# WoT



## tanja (2. Dez 2009)

hallo...
  Kennt jemad oder hat jemand was gehört vom spiel WoT (World of Tours)

   oder irgendein Link über das Spiel. Ich muss das Spiel mit Java programmieren..Das Problem ist, Ich weiss nichts über das Spiel. Also wie s gespielt wird:noe: habe schon gegoggelt, da kommt aber nichts raus fürs Spiel. 

             Dankää...


----------



## Evil-Devil (2. Dez 2009)

Hat euch euer Lehrer denn kein Infomaterial bereit gestellt? Kann doch nicht sein das man ohne Hintergrundwissen und ohne Google Suchergebnisse was schreiben soll.


----------



## Quaxli (2. Dez 2009)

Ein Link wäre auch schon mal was, da ich über Google nix finde. Könnte zwar auch an mir liegen, wäre aber trotzdem hilfreich. :bahnhof:


----------



## ARadauer (2. Dez 2009)

ich würd den lehrer nochmal fragen...


----------



## tanja (3. Dez 2009)

hallo.. meine kommilitionin hat was gefunden über das spiel..ist zwar nicht ausreichend, aber wenigstens habe ich grundkenntnis.
 Man muss hier unabhängig von den Vorüberlegunge einen Torling mit eigene Strategie implementieren...
. Hierzu sind nur geringe Java-Kenntnisse nötig. Eigentlich muss nur eine einzige Methode implementiert werden. 
Spielidee
Auf einer fernen Welt leben die Einwohner nicht auf runden Planeten sondern auf einem Torus. Die Oberfläche eines Torus kann man sich als ein Rechteck vorstellen. Wenn man über die Ränder hinausläuft, dann kommt man auf der anderen Seite wieder heraus (wie bei dem Handy-Spiel Snake). Das Spielfeld ist in Rechtecke geteilt und die Einwohner heißen natürlich Torlinge. 
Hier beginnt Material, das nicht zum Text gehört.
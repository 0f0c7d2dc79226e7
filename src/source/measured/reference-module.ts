/** A fitted curve as a module that can be taken to any other conditions. */
import { argumentFault, Fault } from '../../fault.js';
import {
  STC_IRRADIANCE,
  STC_TEMPERATURE,
  type AmperesPerKelvin,
  type WattsPerSquareMetre,
} from '../../quantities.js';
import { Module } from '../module.js';
import { SingleDiodeCurve } from '../single-diode-curve.js';
import type { TechnologyName } from '../technology.js';
import { saturationRatio } from '../translation.js';
import type { MeasuredFit } from './measured-fit.js';

export interface MeasuredModule {
  readonly name: string;
  readonly technology: TechnologyName;
  /** Irradiance at which the curve was measured, 1 to 2000 W/m². */
  readonly irradiance: WattsPerSquareMetre;
  /** alpha: change of Isc with cell temperature at 1000 W/m². */
  readonly shortCircuitCoefficient: AmperesPerKelvin;
}

/**
 * Undoes the translation of De Soto, Klein and Beckman 2006 (see `translate`) from the conditions
 * of the measurement to STC. At those conditions the module has the fitted curve again, to 1e-15 of
 * each parameter (1e-14 of the saturation current).
 * @throws Fault `ARGUMENT`; `NO_MODULE` for a double-diode fit, which translation does not cover,
 * or if nothing is left of the photocurrent at STC.
 */
export function moduleOf(fit: MeasuredFit, measured: MeasuredModule): Module {
  const { name, technology, irradiance, shortCircuitCoefficient } = measured;
  if (!(irradiance >= 1 && irradiance <= 2000)) {
    throw argumentFault('irradiance', 'from 1 to 2000 W/m²', irradiance);
  }
  if (!(fit.curve instanceof SingleDiodeCurve)) {
    throw noModule(
      'only the single-diode equation has a translation to other conditions',
      'Fit it with one diode.',
    );
  }
  const { diode } = fit.curve;
  const { cellTemperature } = fit;
  const sun = irradiance / STC_IRRADIANCE;
  const rise = cellTemperature - STC_TEMPERATURE;
  const photocurrent = diode.photocurrent / sun - shortCircuitCoefficient * rise;
  if (!(photocurrent > 0)) {
    throw noModule(
      `the temperature coefficient of ${shortCircuitCoefficient} A/K over ${rise} K leaves no photocurrent`,
      'Check the unit of the coefficient.',
    );
  }
  return new Module(
    name,
    fit.cellsInSeries,
    {
      photocurrent,
      saturationCurrent: diode.saturationCurrent / saturationRatio(technology, cellTemperature),
      idealityVoltage: diode.idealityVoltage / (cellTemperature / STC_TEMPERATURE),
      seriesResistance: diode.seriesResistance,
      shuntConductance: diode.shuntConductance / sun,
    },
    { technology, shortCircuitCoefficient },
  );
}

const noModule = (reason: string, hint: string): Fault =>
  new Fault('input', { code: 'NO_MODULE', message: `no module follows: ${reason}.`, hint });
Jeder Torling hat eine Stärke (power genannt), die er durch Essen von auf manchen Feldern herumliegender Nahrung erhöhen kann. Leider sind Torlinge sehr kurzsichtig, sie sehen daher nur den Inhalt der acht Felder um sie herum. Sie können also Nahrung erkennen, Freund von Feind unterscheiden, aber nicht sehen, wie stark er ist.
Das Leben in WoT ist hart und eng. Daher können keine zwei Torlinge auf einem Feld existieren. Wenn zwei oder mehr Torlinge auf ein Feld wollen, wird gekämpft und nur der Stärkste überlebt. 
Torlinge können sich aber auch teilen und dadurch verdoppeln. Dies dauert allerdings eine Weile (insgesamt 3 Runden) und kostet Stärke. Nach der Verdoppelung haben beide Torlinge nur noch die Hälfte plus 1 der Stärke des ursprüngliche Torlings. 
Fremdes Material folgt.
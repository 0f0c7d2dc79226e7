import { beforeAll, describe, expect, test } from 'vitest';
import { Fault } from '../../src/fault.js';
import { readVectorFile, type VectorFile } from '../../src/vectors/binary-reader.js';
import type { CLibrary } from './c-library.js';
import { HP } from './c-library.js';
import { damagedFiles } from './damaged-files.js';
import { smallCurveSet, smallTimeline, timelineRows, twoCurves } from './small-files.js';
import { COMPILE_TIMEOUT } from './wasm-build.js';
import { openWasmLibrary } from './wasm-port.js';

describe('the reader in TypeScript', () => {
  let library: CLibrary;
  beforeAll(async () => {
    library = await openWasmLibrary();
  }, COMPILE_TIMEOUT);

  test('reads from a file built by hand after the format what was put in', () => {
    expect(codesOf(readVectorFile(smallTimeline(), 'timeline'), 'SAMP')).toEqual(
      // The last column is signed, and was given in the words of its storage.
      timelineRows.map((row) => [...row.slice(0, 4), row[4] | 0]),
    );
    expect(codesOf(readVectorFile(smallCurveSet(), 'curves'), 'POIN')).toEqual(
      twoCurves.curves.flatMap(({ voltage, current }) => voltage.map((v, k) => [v, current[k]])),
    );
  });

  // It refuses more: descriptions of columns that the C library has no use for.
  test('accepts no damaged file that the C library refuses to open or whose CRCs do not match', async () => {
    let accepted = 0;
    for (const batch of damagedFiles(10_000, 43)) {
      for (const file of batch.filter(isAccepted)) {
        const { open, check } = await library.inspect(file);
        expect({ open, damaged: check === HP.SECTION_CRC }).toEqual({
          open: HP.OK,
          damaged: false,
        });
        accepted++;
      }
    }
    expect(accepted).toBeGreaterThan(1000);
  });
});

const codesOf = (file: VectorFile, tag: string): number[][] => {
  const section = file.sections.find((candidate) => candidate.tag === tag)!;
  return Array.from({ length: section.count }, (_, row) =>
    section.columns.map((column) => section.code(column, row)),
  );
};

function isAccepted(file: Uint8Array): boolean {
  try {
    readVectorFile(file, 'damaged');
    return true;
  } catch (error) {
    if (error instanceof Fault) return false;
    throw error;
  }
}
Spielziel: Auf dem Torus soll der eigene Torling-Clan alle anderen Torlinge verdrängen. (Bei Bedarf gilt: Falls nach einer festgelegten Anzahl von Runden kein Sieger feststeht, dann gewinnt der, der die meiste power (aufsummiert über alle seine Torlinge) hat.)



Es gibt viele Möglichkeiten einer Spielstrategie! Der Torling muss nicht deterministisch handeln (Stichwort: Random). Der Torling kann zusätzliche Zustände haben (außer der eigenen power). Die Torlinge könnten ein kollektives Gedächnis oder kollektive Zustände haben (Stichwort: static Variablen der Klasse).
Die Möglichkeiten sind also nahezu unbegrenzt


----------



## Quaxli (3. Dez 2009)

Klingt nach einem Konzept ähnlich wie Robocode ? Wikipedia.

Mußt/Willst Du jetzt das ganze Spiel realisieren oder sollst Du einen Torling programmieren, der eine bestimmte Strategie verfolgt? 
Für mich klingt das bis jetzt nach letzterem. Da wird Dir dann aber ohne konkrete zusätzliche Info und der API, die es für solche Spiele gibt kaum jemand helfen können.


----------



## tanja (3. Dez 2009)

Also ich muss fürs Spil ein Klassendiagram mit Methoden erstellen.. und Programmierte spiel sieht wie am bild aus,(siehe untere Link)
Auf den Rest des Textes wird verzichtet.